Поддерживать со мной знакомство Вам незачем – дли меня слишком много чести, для Вас слишком много хлопот.
Понять мое поведение стоит. Случай неповседневный. Вся необычность моего поведения в том, что я ничего от Вас не хотел, ничего не просил. Но я слишком быстро, как пружина, развернулся перед Вами. Я Вас люблю. Спешат ли мои часы или отстают, дела не меняет. И то, что Вы думаете по этому поводу, тоже ничего не меняет. Это частное мое дело, и разрешения на любовь я ни у кого не спрашиваю, даже у Вас. Чтобы говорить Вам о любви своей, разрешение, конечно; нужно, по оно есть, испрошено, спешу предъявить его.
С любовью своей я не связывал никаких чаяний и ни на какой успех у Вас в данный момент не рассчитывал.
Вероятно, я значительно опытнее Вас в любви, хотя специально этим не занимаюсь – и без того работы много. С точки зрения моего опыта у меня не может быть сомнения насчет моих шансов. Выигрыш был для меня начисто исключен, поэтому я не стал играть. Быть может, никогда я не относился к женщине так честно, как к Вам. Я скрыл от Вас только одно обстоятельство, одно только единственное движение свое. Поверять его Вам было бы слишком тяжело и совершенно бесцельно.
Было бы хорошо, если бы Вы позволили унести эту тайну с собой. Хотя теперь я словно зерно, перемолотое жерновами в муку, я все же люблю Вас не меньше, чем вчера, а может быть, больше. И все так же ничего не жду и не добиваюсь ничего, даже в мыслях своих.
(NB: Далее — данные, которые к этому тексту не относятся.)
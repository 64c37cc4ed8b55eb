import { HttpClient, type HttpResponse } from '@angular/common/http';
import { Injectable, inject } from '@angular/core';
import type { Observable } from 'rxjs';

import type { Batch, BatchPage } from '../core/api-types.js';

export type BatchDetail = 'summary' | 'full';
export type ResultFormat = 'csv' | 'ndjson';

/** Batch jobs, through /v1/batches. */
@Injectable({ providedIn: 'root' })
export class BatchesApi {
  private readonly http = inject(HttpClient);

  list(cursor?: string): Observable<BatchPage> {
    return this.http.get<BatchPage>('/v1/batches', { params: cursor ? { limit: 50, cursor } : { limit: 50 } });
  }

  /** The whole response: while the job runs, its Retry-After says when to ask again. */
  get(id: string): Observable<HttpResponse<Batch>> {
    return this.http.get<Batch>(`/v1/batches/${encodeURIComponent(id)}`, { observe: 'response' });
  }

  create(file: File, name: string, detail: BatchDetail): Observable<Batch> {
    const body = new FormData();
    if (name) body.append('name', name);
    body.append('file', file, file.name);
    return this.http.post<Batch>('/v1/batches', body, { params: { detail } });
  }

  cancel(id: string): Observable<Batch> {
    return this.http.post<Batch>(`/v1/batches/${encodeURIComponent(id)}/cancel`, null);
  }

  results(id: string, format: ResultFormat): Observable<HttpResponse<Blob>> {
    return this.http.get(`/v1/batches/${encodeURIComponent(id)}/results`, { params: { format }, observe: 'response', responseType: 'blob' });
  }

  errors(id: string): Observable<HttpResponse<Blob>> {
    return this.http.get(`/v1/batches/${encodeURIComponent(id)}/errors`, { params: { format: 'csv' }, observe: 'response', responseType: 'blob' });
  }

  template(): Observable<HttpResponse<Blob>> {
    return this.http.get('/v1/batches/template.csv', { observe: 'response', responseType: 'blob' });
  }
}
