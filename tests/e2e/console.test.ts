/// <reference lib="dom" />
/// <reference lib="dom.iterable" />
import { mkdirSync, mkdtempSync, rmSync } from 'node:fs';
import { tmpdir } from 'node:os';
import path from 'node:path';
import { chromium, type BrowserContext } from 'playwright-core';
import { afterAll, beforeAll, describe, expect, it } from 'vitest';
import { signIn } from './console-session.js';
import { startServerProcess, type ServerProcess } from './server-process.js';

const CHROMIUM = process.env.CHROMIUM_PATH ?? '/usr/bin/chromium';
const SCREENSHOTS = path.resolve('tests/e2e/screenshots'); // git-ignored

const dataDir = mkdtempSync(path.join(tmpdir(), 'treadwise-e2e-'));
const profileDir = mkdtempSync(path.join(tmpdir(), 'treadwise-chromium-'));
let server: ServerProcess;
let browser: BrowserContext;
const foreignRequests: string[] = [];

beforeAll(async () => {
  server = await startServerProcess({ DATA_DIR: dataDir });
  browser = await chromium.launchPersistentContext(profileDir, {
    executablePath: CHROMIUM,
    headless: true,
    viewport: { width: 1280, height: 800 },
    args: ['--headless', '--no-sandbox', '--disable-gpu', '--disable-quic', '--no-first-run', '--disable-background-networking', '--disable-component-update', '--disable-sync'],
  });
  browser.on('request', (req) => {
    if (!req.url().startsWith(server.url) && !req.url().startsWith('data:')) foreignRequests.push(req.url());
  });
});

afterAll(async () => {
  await browser?.close();
  await server?.stop();
  rmSync(dataDir, { recursive: true, force: true });
  rmSync(profileDir, { recursive: true, force: true });
});

describe('the console in Chromium', () => {
  it('shows the API and the database as healthy on the status page, in Fira Sans', async () => {
    const page = await browser.newPage();
    await page.goto(server.url, { waitUntil: 'networkidle' });
    await signIn(page, 'theo@harborlane.test'); // demo-scenario.md: Harbor Lane's estimator

    await expect.poll(() => page.locator('[data-testid="api-status"]').innerText(), { timeout: 15_000 }).toContain('Healthy');
    await expect.poll(() => page.locator('[data-testid="db-status"]').innerText(), { timeout: 15_000 }).toContain('Healthy');
    expect(await page.locator('mat-toolbar').innerText()).toContain('Treadwise');

    const font = await page.evaluate(async () => {
      await document.fonts.ready;
      const faces = [...document.fonts].filter((f) => f.family.replace(/["']/g, '') === 'Fira Sans');
      return {
        bundledFaceLoaded: faces.some((f) => f.status === 'loaded'),
        check: document.fonts.check('16px "Fira Sans"'),
        bodyFamily: getComputedStyle(document.body).fontFamily,
      };
    });
    expect(font.bundledFaceLoaded).toBe(true);
    expect(font.check).toBe(true);
    expect(font.bodyFamily).toContain('Fira Sans');

    mkdirSync(SCREENSHOTS, { recursive: true });
    await page.screenshot({ path: path.join(SCREENSHOTS, 'status.png'), fullPage: true });
    await page.close();
  });

  it('serves a deep link through the SPA fallback, still signed in after a reload', async () => {
    const page = await browser.newPage();
    const res = await page.goto(`${server.url}/status`, { waitUntil: 'networkidle' });
    expect(res?.status()).toBe(200);
    // The profile kept the refresh token of the sign-in above; the new page restores the session from it.
    await expect.poll(() => page.locator('[data-testid="api-status"]').innerText(), { timeout: 15_000 }).toContain('Healthy');
    await page.close();
  });

  it('opens the API docs from local assets', async () => {
    const page = await browser.newPage();
    await page.goto(`${server.url}/docs/`, { waitUntil: 'networkidle' });
    await expect.poll(() => page.locator('.swagger-ui .title').first().innerText(), { timeout: 15_000 }).toContain('Treadwise API');
    await page.screenshot({ path: path.join(SCREENSHOTS, 'docs.png') });
    await page.close();
  });

  it('loaded nothing from the internet', () => {
    expect(foreignRequests).toEqual([]);
  });
});
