import { spawn, type ChildProcess } from 'node:child_process';
import { once } from 'node:events';

export interface ServerProcess {
  url: string;
  stdout: () => string;
  stderr: () => string;
  pid: number;
  /** Sends SIGTERM and resolves with the exit code once the process has shut down. */
  stop(): Promise<number | null>;
  /** Sends a signal (SIGKILL: a crash) and resolves with the exit code, or the signal, once it is gone. */
  kill(signal: NodeJS.Signals): Promise<number | NodeJS.Signals | null>;
}

const SERVER_ENTRY = 'dist/server/main.js'; // built by `npm run build` before this suite

/** Starts the built server as `npm start` does, on a free port, and waits for its URL line. */
export async function startServerProcess(env: Record<string, string>): Promise<ServerProcess> {
  const child: ChildProcess = spawn(process.execPath, [SERVER_ENTRY], {
    env: { ...process.env, PORT: '0', HOST: '127.0.0.1', LOG_LEVEL: 'warn', ...env },
    stdio: ['ignore', 'pipe', 'pipe'],
  });
  let out = '';
  let err = '';
  child.stdout!.on('data', (d) => (out += d));
  child.stderr!.on('data', (d) => (err += d));
  const url = await new Promise<string>((resolve, reject) => {
    const timer = setTimeout(() => reject(new Error(`server did not start:\n${out}\n${err}`)), 60_000);
    child.stdout!.on('data', () => {
      const m = /running at (http:\/\/\S+)/.exec(out);
      if (m) {
        clearTimeout(timer);
        resolve(m[1]);
      }
    });
    child.once('exit', (code) => {
      clearTimeout(timer);
      reject(new Error(`server exited with ${code}:\n${out}\n${err}`));
    });
  });
  return {
    url,
    stdout: () => out,
    stderr: () => err,
    pid: child.pid!,
    stop: async () => {
      if (child.exitCode !== null) return child.exitCode;
      const exited = once(child, 'exit');
      child.kill('SIGTERM');
      const [code] = await exited;
      return code as number | null;
    },
    kill: async (signal) => {
      if (child.exitCode !== null || child.signalCode !== null) return child.exitCode ?? child.signalCode;
      const exited = once(child, 'exit');
      child.kill(signal);
      const [code, sig] = await exited;
      return (code as number | null) ?? (sig as NodeJS.Signals | null);
    },
  };
}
Хочу только увидеть Вас и получить право не краснеть со стыда, когда при мне будут произносить Ваше имя.
Бланш,
хотите Вы еще раз отчитать меня?
Б.
Бланш, светлая, Вам писать нельзя. Боюсь сказать самое главное, чего теперь говорить не следует.
15/III
Бланш,
читал письмо Ваше.
Больно, до чего больно, Бланш!
Буду читать его каждый день, как добрый христианин Евангелие.
Когда перевалит за пятьдесят и больше не будет стыдно любви и муки, я напечатаю его как свою автобиографию. Чувствую себя, как вещь, умелой и опытной рукой поставленная на место. Благодарю за возвращенное право видеть Вас.
Каждый раз я возвращаюсь от Вас сильнее и умнее, чем шел к Вам.
Б.
Жюстен бросил письмо на стол и поднялся. Вся эта история могла заинтересовать только тех, кто был в ней непосредственно заинтересован. Он потянулся, зевнул, оттолкнул ногой кресло.
Тишина… Ночная тишина была самым замечательным свойством этого дома, и теперь, когда Жюстен отоспался, его по утрам не беспокоил даже шум мотороллеров, ибо в шесть часов он уже не спал. Завтра он пойдет гулять далеко-далеко. Ноги его постепенно обрели былую легкость, он предпримет дальнюю экскурсию.
Он поднялся по ступенькам, отворил дверь спальни, зажег свет: в этом сигарном ящике светлого дерева вспыхнули розово-зеленым огнем флаконы на туалетном столике. Жюстена вновь охватило уже испытанное чувство, будто он вошел к чужим людям, ворвался в интимную жизнь незнакомой женщины. Но он тут же рассердился на себя за это. Все вокруг принадлежит ему, он у себя дома. Что же касается писем, – сама виновата, зачем их здесь бросила.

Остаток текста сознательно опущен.